The small, centrally-placed display panel on the front shows two digits at a time. Usually this is the currently selected input (L1, L2) but switches to the volume when adjusted (which goes up to 60). If the display proves distracting there’s a dimmer button to reduce its intensity.
On either side are lights indicating the currently selected sound presets, of which there are four – Standard, Cinema/Game, Sport and News. Below these is a row of miniscule buttons for up-close control of volume, sound modes, input switching and power.
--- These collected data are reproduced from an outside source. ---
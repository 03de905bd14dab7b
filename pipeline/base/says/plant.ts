const listed = (names: readonly string[]): string => names.join(' and ');

export const theCase = (): string => 'plant';
const ends = { low: 'low', middle: 'middle of', high: 'high' } as const;
export const endOf = (keys: readonly string[], where: readonly ('low' | 'middle' | 'high')[]): string =>
  keys.map((key, k) => `${ends[where[k]!]} ${key}`).join(', ');

export const coefficientGiven = (key: string): string => `${key} is what the laws predict for the plant; take it out of the plant's table`;
export const inherited = (keys: readonly string[]): string =>
  `Taken over from the study for every plant case: ${keys.join(', ')}; their uncertainty shifts rig and plant together.`;
export const plantLacks = (group: string, roots: readonly string[], rigOnly: readonly string[]): string => {
  const onRig = roots.filter((key) => rigOnly.includes(key));
  return `${group} cannot be computed for the plant: ${roots.length === 0 ? 'nothing gives it' : `${listed(roots)} ${roots.length === 1 ? 'is' : 'are'} not among its columns`}${
    onRig.length === 0 ? '' : `; ${listed(onRig)} of the rig ${onRig.length === 1 ? 'is' : 'are'} not taken over`
  }. State ${roots.length === 1 ? 'it' : 'them'} in the plant table with a unit in the header, or under plant.quantities.`;
};
export const columnTwice = (name: string): string => `${name} stands in two columns of the plant table; keep one`;
export const unknownColumn = (name: string, meant: string): string =>
  `"${name}" is no quantity known here; did you mean "${meant}"? Quantities of the plant are named as in the study file`;
export const unusedColumn = (file: string, name: string): string =>
  `The column "${name}" of ${file} is no quantity known here and is not used.`;
export const unknownTarget = (key: string, known: readonly string[]): string => `target has no "${key}"; it takes ${known.join(', ')}`;
export const targetFind = (read: string, known: readonly string[]): string =>
  `${read === '' ? 'target needs find' : `"${read}" cannot be found from a coefficient`}: one of ${known.join(', ')}`;
export const targetLacks = (find: string, rate: string): string =>
  `to find ${find === 'time' ? 'a time' : `the ${find}`}, target needs ${rate} and driving_difference`;
export const targetKinds = (): string => 'rate and driving difference of a target are both by mass or both by amount of substance';
export const targetAmount = (key: string, text: string, units: readonly string[]): string =>
  `"${text}" is no ${key}: give a positive value in ${units.join(' or ')} or a multiple of it`;
export const unknownRigSetting = (key: string, meant: string | undefined): string =>
  `"${key}" is no quantity of this study that a trial could set${meant === undefined ? '' : `; did you mean "${meant}"?`}`;
export const rigEmpty = (): string =>
  'rig names nothing that a next trial may set; give a range such as rotation_speed: [100 rpm, 600 rpm]';
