const n = (x: number, digits = 3): string => (Number.isFinite(x) ? `${Number(x.toPrecision(digits))}` : 'no number');
const percent = (x: number): string => `${n(100 * x, 2)} %`;
const celsius = (T: number): string => `${Number((T - 273.15).toFixed(2))} degC`;

/** What reduction routes assume (told once) and what their checks find (told per trial). Temperatures come in K, shares as shares of 1. */
export const says = {
  // any route
  uncertainDifference: (what: string, unit: string, x: number, u: number): string =>
    `${what} of ${n(Math.abs(x))}${unit} is known only to ${n(u, 2)}${unit} (standard uncertainty, ${percent(u / Math.abs(x))}); the coefficient is no better`,
  noDifference: (what: string): string => `${what} is zero, so no coefficient can be had from this trial`,
  uncertainResult: (what: string, x: number, u: number): string =>
    `${what} is known only within ${percent(u / Math.abs(x))} (standard uncertainty)`,

  // heat balances
  noLoss: 'No heat loss is stated; none is taken off.',
  lossByConductance: 'The heat loss is loss_conductance times the excess over ambient temperature.',
  noRadiation: 'No emissivity is stated; radiation is not taken off.',
  surroundingsLikeFluid:
    'Radiation is exchanged with surroundings at the temperature of the fluid, since ambient_temperature is not given.',
  largeLoss: (share: number): string => `losses are ${percent(share)} of the heat rate: the coefficient rests on how well they are known`,
  lossesExceed: (q: number, loss: number): string => `losses of ${n(loss)} W leave nothing of the heat rate of ${n(q)} W`,
  heatAgainstDifference: (q: number, dT: number): string =>
    `heat_rate is ${n(q)} W (positive: into the fluid), but the wall is ${n(Math.abs(dT))} K ${dT < 0 ? 'colder' : 'warmer'} than the fluid; its magnitude is used`,
  temperaturesCross: (a: number, b: number): string =>
    `the temperature differences at the two ends, ${n(a)} K and ${n(b)} K, do not have one sign: no log-mean difference exists`,
  awayFromWall: (inlet: number, outlet: number, wall: number): string =>
    `the stream goes from ${celsius(inlet)} to ${celsius(outlet)}, away from the wall at ${celsius(wall)}`,
  nearEquilibrium: (left: number): string =>
    `only ${percent(left)} of the inlet difference is left at the outlet: a small error there is a large one in the coefficient`,
  dutyAgainstDifference: (q: number): string =>
    `the duty comes out as ${n(q)} W from the hotter to the colder stream: one of the flows or temperatures is wrong, or the streams are swapped`,
  imbalance: (share: number, u: number): string =>
    u > 0
      ? `heat balance open by ${percent(share)} (own against other duty), ${n(Math.abs(share) / u, 2)} times its standard uncertainty of ${percent(u)}`
      : `heat balance open by ${percent(share)} (own against other duty); no uncertainty is stated that it could be judged by`,
  imbalanceTooLarge: (share: number, u: number, balance: number): string =>
    u > 0
      ? `heat balance open by ${percent(share)}, ${n(Math.abs(share) / u, 2)} times its standard uncertainty: beyond 4 times a trial is refused unless a heat loss is stated`
      : `heat balance open by ${percent(share)}: beyond ${percent(balance)} a trial is refused (setting balance)`,
  noBalance: "One stream's duty cannot be had, so the heat balance is not tested.",
  equalWeights: 'The two duties count equally: no uncertainty of flows or temperatures is stated to weigh them by.',
  bothUnmixed: 'Cross flow is taken as one pass with both streams unmixed.',
  outletIsContents: 'The well-stirred stream is at its outlet temperature throughout.',
  noCrossFlow: (P: number, R: number): string =>
    `effectiveness ${n(P)} at a capacity ratio of ${n(R)} cannot be reached in cross flow: one of the temperatures is wrong, or the flow is not cross flow`,
  tubeArea: (quantity: string): string => `The area of transfer is pi times ${quantity} times length, one tube.`,

  // resistances
  noFouling: 'No fouling_resistance is stated; none is taken off.',
  flatWall: 'The wall is taken as flat: no pair of diameters is given.',
  noWall: 'The resistance of the wall is left out: wall_conductivity or its thickness is not given.',
  wallByResistances: 'The wall temperature on the own side follows from the resistances in series.',
  smallShare: (share: number): string =>
    `the wanted resistance is ${percent(share)} of the whole: under 30 % its error is more than three times that of the overall coefficient`,
  nothingLeft: (whole: number, others: number): string =>
    `the other resistances, ${n(others)} m^2 K/W, are more than the whole, ${n(whole)} m^2 K/W`,

  // bodies
  lumped:
    'The body is taken at one temperature (lumped): solid_conductivity is not given, so its inner resistance and Bi cannot be checked.',
  exactSeries: (body: string): string =>
    `The exact series of a ${body} with constant coefficient is used, which at small Bi is the lumped form.`,
  fluidIsAmbient: 'The surroundings at ambient_temperature are the fluid.',
  meanSurface: 'Wall temperature is the mean of the temperatures at start and end.',
  longBody: (body: string): string =>
    `The ${body} is taken as large against its ${body === 'slab' ? 'thickness, cooled from both sides' : 'diameter'}.`,
  fasterThanConduction: (theta: number): string =>
    `the remaining difference, ${percent(theta)} of the first, is less than conduction inside the body allows even without any resistance outside: no coefficient can be had`,
  noProgress: (theta: number): string => `the remaining difference is ${percent(theta)} of the first; it must lie between 0 and 100 %`,
  insideGoverns: (bi: number): string =>
    `Bi = ${n(bi)} on V/A: the resistance is mainly inside the body, and this trial says little of the coefficient outside`,
  rateBeyondConduction: (rate: number): string =>
    `the curve dies away at ${n(rate)} 1/s, faster than conduction inside the body allows even without any resistance outside: no coefficient can be had`,
  earlyWindow: (fo: number): string =>
    `the curve is read from Fo = ${n(fo)} (on the half thickness or radius) on; before 0.2 it is not yet one exponential`,

  // logged curves
  shortCurve: (points: number, fewest: number): string => `the curve has ${points} points in its window; ${fewest} or more are needed`,
  noBath: (keys: readonly string[]): string =>
    `the curve needs the temperature it approaches as a column or value of the trial: ${keys.join(' or ')}`,
  noRate: (bath: number): string => `the curve does not approach ${celsius(bath)} as an exponential whose rate its window determines`,
  correlatedResiduals: (lag1: number, widening: number, sd: number): string =>
    `the curve's residuals (${n(sd, 2)} K) hang together (lag-1 correlation ${n(lag1, 2)}): its uncertainty is widened ${n(widening, 2)} times, and one exponential may not hold`,

  noGassingRate: (tau: number): string =>
    `the curve does not determine kLa${tau > 0 ? ` behind a probe of ${n(tau)} s` : ''}: it is too short, over at once, or not an approach to saturation`,
  noLag: 'The probe is taken as instantaneous: probe_time is not given. A probe that is slow against kLa makes it read low.',
  stepAtStart: 'The window begins with the step of the gas, liquid and probe in equilibrium before it.',
  slowProbe: (kLa: number, tau: number): string =>
    `kLa times probe time is ${n(kLa * tau)}: the probe is slower than the transfer, and an error in its time constant is a large one in kLa`,
  noPermeation: 'the curve has no slope: nothing comes through in its window',
  notYetSteady: (from: number, lag: number): string =>
    `the window begins at ${n(from)} s, less than twice the time lag of ${n(lag)} s: permeation is not yet steady there, and rate and lag read low`,

  // vessels
  noLossConductance: 'No loss_conductance is stated; none is taken off.',
  noConstantLoss: 'No constant heat_loss is stated; none is taken off.',
  ambientMissing: 'loss_conductance is given, but not the ambient_temperature that it counts from',
  noEquipmentHeat: 'No equipment_heat_capacity is stated; the vessel itself is left out of the heat balance.',
  timeMean: 'Bulk temperature is the mean over time of an exponential approach.',
  beyondJacket: (start: number, end: number, jacket: number): string =>
    `contents going from ${celsius(start)} to ${celsius(end)} do not approach a jacket at ${celsius(jacket)}`,
  jacketSpent: (share: number): string =>
    `the jacket stream gives up ${percent(share)} of what it could: its flow, more than the coefficient, sets the rate`,

  // mass
  rateByMolarMass: 'Rates by mass and concentrations by amount (or the other way round) are matched by molar_mass.',
  noApproach: (a: number, b: number, s: number): string =>
    `concentration going from ${n(a)} to ${n(b)} does not approach saturation at ${n(s)} from one side`,
  constantFlow: 'The volume flow is taken as constant along the wall.',
  shortBed: (lengths: number): string =>
    `the bed is ${n(lengths, 2)} particle diameters long: below 20, axial mixing and end effects make the coefficient read low`,
  pinched: (share: number, ratio: number): string =>
    `${percent(share)} of the inlet difference left at a flow ratio S of ${n(ratio)} cannot be reached in counter flow: a flow, a concentration or the equilibrium is wrong`,
  overallOnSide: (side: string): string => `The coefficient is overall, on the ${side} side, per volume of packing.`,
  wholeArea: 'The whole surface of the packing is taken as wetted.',
  noMigration: 'Migration of the ion in the electric field is left out: supporting electrolyte in excess.',
  vapourAtSurface: 'vapour_pressure is that at the surface.',
  dryGas: 'The gas is taken as free of the vapour: neither relative_humidity nor bulk_concentration is given.',
  atmospheric: 'The total pressure is taken as 101.325 kPa: pressure is not given.',
  filmConcentration: 'Concentrations of the vapour are counted at film temperature.',
  boils: (surface: number, total: number): string =>
    `the vapour pressure at the surface, ${n(surface)} Pa, is not below the total pressure of ${n(total)} Pa: the liquid would boil`,
  evaporationBackwards: (rate: number, surface: number, bulk: number): string =>
    `${rate > 0 ? 'mass is lost' : 'mass is gained'}, but the vapour pressure is ${n(surface)} Pa at the surface and ${n(bulk)} Pa in the gas`,
  highFlux: (factor: number): string =>
    `the flow of vapour itself carries ${percent(Math.abs(factor - 1))} ${factor > 1 ? 'more' : 'less'} than diffusion alone; it is taken out`,
  noSolute: (quantity: string): string => `${quantity} is not given and taken as zero.`,
  byMolarMass: 'Concentrations by amount are turned into mass by molar_mass.',
  constantBulk: "The liquid's concentration is taken as constant: liquid_volume is not given.",
  risingBulk: "The liquid's concentration rises with what dissolves into liquid_volume; bulk_concentration is that at the start.",
  sphericalPellets: 'Particles are taken as spheres: sphericity is not given.',
  notUndersaturated: (s: number, b: number): string =>
    `saturation_concentration ${n(s)} is not above bulk_concentration ${n(b)}: nothing dissolves`,
  shrunk: (share: number): string =>
    `the diameter has shrunk to ${percent(share)} of that at the start: the coefficient is a mean over sizes`,
  dissolvedShare: (share: number): string =>
    `${percent(share)} of the mass is lost; it must lie between 0 and 100 %${share >= 1 ? ': what is gone altogether gives only a lower bound' : ''}`,
  nearSaturation: (share: number): string => `the liquid ends at ${percent(share)} of the way to saturation`,
  saturates: 'What dissolves would saturate the liquid before it has dissolved: mass, volume and saturation do not fit together.',
  // layers
  oneSideFree: (side: string): string => `No coefficient is given on the ${side} side of the layer; it has no resistance there.`,
  sidesFree: 'No coefficients are given on the two sides of the layer; they have no resistance.',
  layerHasNone: (whole: number, sides: number): string =>
    `the resistances on both sides, ${n(sides)} s/m, are more than the whole, ${n(whole)} s/m`,
  onePhase: 'partition_coefficient is not given and taken as one: concentrations count inside the layer.',
  insideLayer: 'Sh of the layer is on concentrations inside it, for which steady diffusion has Sh = 1.',
  coefficientIsLayer: 'The coefficient is that through the layer (with the other side, where given), on concentrations in the fluid.',

  // other side
  otherSideConstant:
    'All resistances but that of the law are one constant within a campaign: the other side must be held at the same flow and temperatures, and fouling must not grow.',
} as const;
Glancing at the rear panel we did a double take. There are just two inputs, one analogue stereo and a 3.5mm minijack for MP3 players. The lack of on-board decoding for Dolby Digital and DTS explains the lack of digital audio inputs, but a few more analogue ports is essential given the number of components in a typical system. You can hook up a DVD deck, but what happens if you also want to run your Sky box and games console through the system? Of course you could run your TV’s audio out into the HT-SB200, which would solve that problem, but then you’d have to turn your TV on every time you wanted to listen to a CD or the radio.
In the States there’s a step-up version (HT-SB300) which adds a digital audio input, Dolby Digital/DTS decoding and a subwoofer output, but there’s no word on when that’s being released in the UK.
Given the lack of sockets and the rudimentary display panel, setup is a quick process. The unit is also easy to operate with the terrific credit card shaped remote, which has a pleasingly low button count. In the centre there’s a diamond of keys that control volume and the subwoofer level, which ranges from -5 up to +5.
You can also adjust the bass and treble levels by pressing the relevant button and using the volume keys to find the right tone. Also useful are the row of sound preset keys along the top and the cluster of controls for Aquos TVs.